Saved entries

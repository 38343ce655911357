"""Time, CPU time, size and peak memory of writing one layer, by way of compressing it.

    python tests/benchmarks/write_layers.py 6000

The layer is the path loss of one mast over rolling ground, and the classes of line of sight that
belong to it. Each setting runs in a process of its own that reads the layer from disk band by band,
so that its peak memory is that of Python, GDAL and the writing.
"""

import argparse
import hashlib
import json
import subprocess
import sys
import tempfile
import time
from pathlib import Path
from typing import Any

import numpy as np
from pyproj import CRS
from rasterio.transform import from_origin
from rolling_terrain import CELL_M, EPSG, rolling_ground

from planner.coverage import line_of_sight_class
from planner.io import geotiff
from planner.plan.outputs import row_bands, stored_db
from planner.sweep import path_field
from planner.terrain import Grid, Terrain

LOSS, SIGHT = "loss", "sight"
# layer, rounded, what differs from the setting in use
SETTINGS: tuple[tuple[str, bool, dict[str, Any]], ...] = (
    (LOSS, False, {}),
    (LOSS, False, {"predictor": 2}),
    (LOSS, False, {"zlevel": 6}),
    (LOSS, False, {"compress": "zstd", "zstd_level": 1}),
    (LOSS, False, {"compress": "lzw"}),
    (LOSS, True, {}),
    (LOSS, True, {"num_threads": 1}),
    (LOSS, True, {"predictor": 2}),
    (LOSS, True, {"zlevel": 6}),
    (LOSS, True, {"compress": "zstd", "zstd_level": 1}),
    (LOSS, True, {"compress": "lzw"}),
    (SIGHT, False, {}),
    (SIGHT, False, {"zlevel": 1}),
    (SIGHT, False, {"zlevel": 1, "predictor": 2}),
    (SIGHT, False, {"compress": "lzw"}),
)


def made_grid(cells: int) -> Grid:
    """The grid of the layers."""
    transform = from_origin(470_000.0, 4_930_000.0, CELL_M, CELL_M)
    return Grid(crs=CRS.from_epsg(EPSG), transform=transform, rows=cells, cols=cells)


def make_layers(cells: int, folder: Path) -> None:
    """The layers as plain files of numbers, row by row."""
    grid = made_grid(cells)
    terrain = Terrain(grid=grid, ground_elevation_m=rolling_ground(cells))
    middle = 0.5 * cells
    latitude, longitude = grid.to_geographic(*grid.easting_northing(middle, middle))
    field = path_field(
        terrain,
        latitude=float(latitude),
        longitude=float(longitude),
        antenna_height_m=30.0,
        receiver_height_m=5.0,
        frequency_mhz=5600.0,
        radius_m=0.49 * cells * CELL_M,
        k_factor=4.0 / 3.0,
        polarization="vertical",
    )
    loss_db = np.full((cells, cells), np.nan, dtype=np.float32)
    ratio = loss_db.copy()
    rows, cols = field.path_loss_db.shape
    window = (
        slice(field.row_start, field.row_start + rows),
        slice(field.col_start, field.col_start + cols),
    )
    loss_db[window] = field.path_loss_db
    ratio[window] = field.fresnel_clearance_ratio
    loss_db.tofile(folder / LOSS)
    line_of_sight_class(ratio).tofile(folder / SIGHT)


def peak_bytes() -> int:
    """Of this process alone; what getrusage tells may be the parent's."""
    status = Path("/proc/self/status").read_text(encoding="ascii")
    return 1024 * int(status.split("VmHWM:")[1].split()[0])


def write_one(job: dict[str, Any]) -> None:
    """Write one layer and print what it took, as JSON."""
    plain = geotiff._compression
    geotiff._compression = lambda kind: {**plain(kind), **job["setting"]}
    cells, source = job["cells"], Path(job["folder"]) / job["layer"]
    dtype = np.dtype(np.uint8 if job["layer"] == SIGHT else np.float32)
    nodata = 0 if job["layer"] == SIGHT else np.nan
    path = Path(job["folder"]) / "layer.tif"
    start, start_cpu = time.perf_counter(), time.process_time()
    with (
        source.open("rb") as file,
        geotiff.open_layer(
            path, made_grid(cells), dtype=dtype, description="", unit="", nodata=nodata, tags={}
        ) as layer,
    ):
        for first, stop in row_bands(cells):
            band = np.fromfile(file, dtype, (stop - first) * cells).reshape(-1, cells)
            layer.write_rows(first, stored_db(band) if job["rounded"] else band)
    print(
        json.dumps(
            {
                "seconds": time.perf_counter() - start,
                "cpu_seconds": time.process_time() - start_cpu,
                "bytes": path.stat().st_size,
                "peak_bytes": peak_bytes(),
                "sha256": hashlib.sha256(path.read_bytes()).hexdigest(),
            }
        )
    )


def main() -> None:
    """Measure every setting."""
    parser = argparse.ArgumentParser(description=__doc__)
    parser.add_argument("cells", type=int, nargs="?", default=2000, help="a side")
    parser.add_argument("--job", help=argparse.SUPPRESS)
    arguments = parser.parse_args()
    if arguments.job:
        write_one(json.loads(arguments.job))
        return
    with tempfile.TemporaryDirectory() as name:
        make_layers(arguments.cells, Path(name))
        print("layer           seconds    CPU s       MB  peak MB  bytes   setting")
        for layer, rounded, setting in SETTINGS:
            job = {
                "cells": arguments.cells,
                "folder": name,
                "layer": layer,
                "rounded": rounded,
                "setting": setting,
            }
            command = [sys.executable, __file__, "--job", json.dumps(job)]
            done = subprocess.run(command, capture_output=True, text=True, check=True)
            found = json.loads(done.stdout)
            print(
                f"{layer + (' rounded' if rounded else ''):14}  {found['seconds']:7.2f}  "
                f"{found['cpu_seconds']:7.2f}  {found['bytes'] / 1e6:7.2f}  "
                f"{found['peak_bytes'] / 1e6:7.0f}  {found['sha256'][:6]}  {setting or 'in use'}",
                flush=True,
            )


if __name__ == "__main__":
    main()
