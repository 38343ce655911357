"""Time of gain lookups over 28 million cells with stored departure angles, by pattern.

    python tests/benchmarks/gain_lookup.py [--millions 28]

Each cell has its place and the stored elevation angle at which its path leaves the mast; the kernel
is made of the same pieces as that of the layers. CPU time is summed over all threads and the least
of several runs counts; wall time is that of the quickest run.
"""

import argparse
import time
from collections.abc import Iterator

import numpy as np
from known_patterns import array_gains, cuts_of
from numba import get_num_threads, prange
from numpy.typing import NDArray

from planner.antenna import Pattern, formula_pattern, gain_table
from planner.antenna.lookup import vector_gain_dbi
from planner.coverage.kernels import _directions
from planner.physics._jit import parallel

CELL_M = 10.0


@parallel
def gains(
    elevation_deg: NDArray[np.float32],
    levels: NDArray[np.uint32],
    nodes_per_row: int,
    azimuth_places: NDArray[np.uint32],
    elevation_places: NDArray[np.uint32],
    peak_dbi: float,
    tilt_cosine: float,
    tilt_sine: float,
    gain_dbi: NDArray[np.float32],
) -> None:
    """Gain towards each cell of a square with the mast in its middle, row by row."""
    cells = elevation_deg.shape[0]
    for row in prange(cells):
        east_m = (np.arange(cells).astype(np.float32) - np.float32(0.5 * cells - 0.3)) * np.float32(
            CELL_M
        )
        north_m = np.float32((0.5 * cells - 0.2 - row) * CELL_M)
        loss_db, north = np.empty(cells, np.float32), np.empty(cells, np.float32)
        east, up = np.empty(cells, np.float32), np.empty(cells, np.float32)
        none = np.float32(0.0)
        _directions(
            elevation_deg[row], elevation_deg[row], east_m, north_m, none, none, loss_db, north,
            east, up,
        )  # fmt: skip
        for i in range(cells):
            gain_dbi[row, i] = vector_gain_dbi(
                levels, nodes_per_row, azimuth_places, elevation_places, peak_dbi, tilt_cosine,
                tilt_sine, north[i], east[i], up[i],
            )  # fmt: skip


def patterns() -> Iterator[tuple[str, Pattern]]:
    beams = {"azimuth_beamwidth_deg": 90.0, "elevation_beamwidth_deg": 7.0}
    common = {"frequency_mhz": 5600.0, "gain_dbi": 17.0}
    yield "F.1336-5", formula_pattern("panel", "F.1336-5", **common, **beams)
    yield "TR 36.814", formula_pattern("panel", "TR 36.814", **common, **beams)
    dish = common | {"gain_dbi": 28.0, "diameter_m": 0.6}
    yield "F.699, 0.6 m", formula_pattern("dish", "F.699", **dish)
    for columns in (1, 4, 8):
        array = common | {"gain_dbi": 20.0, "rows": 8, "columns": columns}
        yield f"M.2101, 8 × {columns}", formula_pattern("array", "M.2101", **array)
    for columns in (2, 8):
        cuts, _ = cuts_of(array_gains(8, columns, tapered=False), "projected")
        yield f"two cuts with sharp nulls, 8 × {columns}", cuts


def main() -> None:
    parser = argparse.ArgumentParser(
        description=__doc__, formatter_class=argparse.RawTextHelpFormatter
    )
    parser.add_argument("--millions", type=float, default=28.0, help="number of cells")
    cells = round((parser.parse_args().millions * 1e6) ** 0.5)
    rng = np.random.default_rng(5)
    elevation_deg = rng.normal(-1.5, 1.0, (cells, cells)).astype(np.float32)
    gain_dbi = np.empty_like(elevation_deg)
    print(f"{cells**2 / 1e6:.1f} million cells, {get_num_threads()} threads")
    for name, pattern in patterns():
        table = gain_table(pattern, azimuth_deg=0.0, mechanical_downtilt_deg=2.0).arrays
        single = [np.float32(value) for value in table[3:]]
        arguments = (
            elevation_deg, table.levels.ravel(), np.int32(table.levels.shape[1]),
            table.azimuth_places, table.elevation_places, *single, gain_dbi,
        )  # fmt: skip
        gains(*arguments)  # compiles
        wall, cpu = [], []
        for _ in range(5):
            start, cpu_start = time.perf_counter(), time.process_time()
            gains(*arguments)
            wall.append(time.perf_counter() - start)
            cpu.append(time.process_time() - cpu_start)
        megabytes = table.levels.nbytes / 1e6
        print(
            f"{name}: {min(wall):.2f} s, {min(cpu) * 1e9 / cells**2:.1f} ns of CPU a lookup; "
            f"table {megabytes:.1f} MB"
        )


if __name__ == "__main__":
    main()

### Task to carry out
The line with "for name, pattern" and every line after it up to the end of the entries: output those exactly, and only those.

### Answer box
    for name, pattern in patterns():
        table = gain_table(pattern, azimuth_deg=0.0, mechanical_downtilt_deg=2.0).arrays
        single = [np.float32(value) for value in table[3:]]
        arguments = (
            elevation_deg, table.levels.ravel(), np.int32(table.levels.shape[1]),
            table.azimuth_places, table.elevation_places, *single, gain_dbi,
        )  # fmt: skip
        gains(*arguments)  # compiles
        wall, cpu = [], []
        for _ in range(5):
            start, cpu_start = time.perf_counter(), time.process_time()
            gains(*arguments)
            wall.append(time.perf_counter() - start)
            cpu.append(time.process_time() - cpu_start)
        megabytes = table.levels.nbytes / 1e6
        print(
            f"{name}: {min(wall):.2f} s, {min(cpu) * 1e9 / cells**2:.1f} ns of CPU a lookup; "
            f"table {megabytes:.1f} MB"
        )


if __name__ == "__main__":
    main()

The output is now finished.